This was one of the 4. And yes we will not work for any others. When they change they way they operate their business all other trades are left in the dark. So now we have 3 great contractors we will work with.

I know stuff changes but like I said never anything like this.

We have turned more work away so far this year than most on here will get all season. So yeah we pick and choose.


----------



## Paradigmzz (May 5, 2010)

Wolfgang said:


> Thought in another thread that you had 4 great contractors you worked for and won't work for others because you can pick and choose your jobs?
> 
> Well, crap occurs doesn't it? Obviously to some more than others....




Love it. Wolf I wish we lived closer. Love how you can weave the story throughout all the threads better than most....


----------



## CApainter (Jun 29, 2007)

It's unfortunate when things like this happen. But it doesn't surprise me.

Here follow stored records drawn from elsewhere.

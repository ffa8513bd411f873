"""A story and a recorded shift of an invented show."""

import datetime
from collections.abc import Callable
from dataclasses import replace

import pytest

from detectors.posterior import Quantiles
from service.tell.story import Marker, ShiftStory
from storage.engine import Store
from storage.shifts import EMERGING, LIVE, Shift
from storage.streams import SeenStream, see_streams

NOW = datetime.datetime(2026, 3, 23, 6, 0, tzinfo=datetime.UTC)
FIRST_WEEK = datetime.date(2026, 2, 23)


def week(number: int) -> Marker:
    """A week by its number from 2026-02-23 on."""
    monday = FIRST_WEEK + datetime.timedelta(weeks=number)
    return Marker(monday.isoformat(), monday, None, 100 + number)


@pytest.fixture
def weeks() -> Callable[[int], Marker]:
    return week


@pytest.fixture
def story() -> ShiftStory:
    """A weekly show that fell."""
    return ShiftStory(
        shift_id="shift_1",
        stream_id="walks",
        title="Evening Walks",
        slate="house",
        shape="calendar",
        unit="week",
        level_before=Quantiles(1010.0, 1047.0, 1085.0),
        level_after=Quantiles(590.0, 636.0, 690.0),
        probability=0.9634,
        start=week(1),
        region=(week(0), week(1), week(2)),
        announced=week(3),
        announced_utc=NOW,
        readable_utc=NOW,
        counts_since=3,
        late=False,
        settings="f1",
        reading_id=7,
    )


@pytest.fixture
def stored_shift(store: Store) -> Callable[..., Shift]:
    """Puts a stream and a live shift of it into the store (not the row, the caller records it)."""

    def make(stream: str = "walks", slate: str | None = "house", **changes: object) -> Shift:
        seen = SeenStream(stream, "plays", stream, "Evening Walks", slate, "calendar")
        with store.writing() as conn:
            see_streams(conn, [seen], now=NOW - datetime.timedelta(days=300))
        return replace(_shift(stream), **changes)  # type: ignore[arg-type]

    return make


def _shift(stream: str) -> Shift:
    start, announced = week(1), week(3)
    region = [{"key": m.key, "at": m.at.isoformat(), "title": None} for m in (week(0), week(1), week(2))]
    return Shift(
        id=f"shift_{stream}",
        stream_id=stream,
        origin=LIVE,
        state=EMERGING,
        announced_key=announced.key,
        announced_position=announced.position,
        announced_at=announced.at,
        announced_utc=NOW,
        start_key=start.key,
        start_position=start.position,
        start_at=start.at,
        region=(100, 101, 102),
        probability=0.9634,
        level_before=Quantiles(1010.0, 1047.0, 1085.0),
        level_after=Quantiles(590.0, 636.0, 690.0),
        late=False,
        fingerprint="f1",
        reading_id=None,
        figures={
            "region": region,
            "start_title": None,
            "announced_title": None,
            "ready_utc": NOW.isoformat(),
            "counts_since": 3,
        },
    )
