"""Settings files of an invented house, written to a folder of their own."""

from collections.abc import Callable, Mapping
from pathlib import Path

import pytest

from config.errors import SettingsFaults
from config.loading import load_settings
from config.settings import Settings

Load = Callable[..., Settings]
Faults = Callable[..., list[str]]


@pytest.fixture
def load(tmp_path: Path) -> Load:
    """Load a file with this text."""

    def loaded(text: str, environ: Mapping[str, str] | None = None) -> Settings:
        path = tmp_path / "knickpoint.toml"
        path.write_text(text, encoding="utf-8")
        return load_settings(path, environ or {})

    return loaded


@pytest.fixture
def faults(load: Load, tmp_path: Path) -> Faults:
    """The faults of a file with this text, one line each, without the file's folder."""

    def found(text: str, environ: Mapping[str, str] | None = None) -> list[str]:
        with pytest.raises(SettingsFaults) as caught:
            load(text, environ)
        assert caught.value.path == tmp_path / "knickpoint.toml"
        assert str(caught.value).splitlines() == [str(fault) for fault in caught.value.faults]
        return [str(fault).replace(f"{tmp_path}/", "") for fault in caught.value.faults]

    return found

Especially, when priorities during construction typically leave the painting portion at the bottom of the list. But in this case, it seems like the GC had neither respect for, or interest in the painting phase of this project. Which makes me wonder what business development in the relationship, prompted a lack in communication between CD and what was recently presented as a great GC to work for?

I don't think adjusting project management responsibilities should have anything to do with scope of work or a contract agreement.


----------



## Epoxy Pro (Oct 7, 2012)

CApainter said:


> It's unfortunate when things like this happen. But it doesn't surprise me. Especially, when priorities during construction typically leave the painting portion at the bottom of the list. But in this case, it seems like the GC had neither respect for, or interest in the painting phase of this project. Which makes me wonder what business development in the relationship, prompted a lack in communication between CD and what was recently presented as a great GC to work for?
> 
> I don't think adjusting project management responsibilities should have anything to do with scope of work or a contract agreement.


It all boils down to the GC needs to make sure he tells his guys running the jobs to check in with progress reports. Also they both need to discuss the daily jobs, know who is doing what and when.

I was talking to the company owner right through Saturday. He failed.to mention and new system he had in place. He also didn't know the drywall guy primed as he was planning on us going it.

Its a new direction for him, so far its not working out and we stopped contractor work because of miss communication and horror shows at the job sites.

If they told me Saturday about this I wouldn't care as much.


----------



## CApainter (Jun 29, 2007)

cdpainting said:


> It all boils down to the GC needs to make sure he tells his guys running the jobs to check in with progress reports. Also they both need to discuss the daily jobs, know who is doing what and when.
> 
> I was talking to the company owner right through Saturday. He failed.to mention and new system he had in place. He also didn't know the drywall guy primed as he was planning on us going it.
> 
> ...


I'm still not sure if the GC's company reorganization, in terms of project oversight, has anything to do with how they reward contracts to subs. 

As futtyos alluded to, this seems like a situation where contractor best practices were avoided in favor of word of mouth and less paper work. But I can see how that can happen when the jobs are rolling in faster than anyone can come to any agreement.

It's kind of reminiscent of the early 2000's hay days, where everything was rubberstamped. That is until the ink ran dry.


----------



## Wolfgang (Nov 16, 2008)

Good communication and good contracts solve a lot of problems.

A good contract with the GC and you"re more than halfway there. As painters working residential, we also have to have a good, open line of communication with the homeowners.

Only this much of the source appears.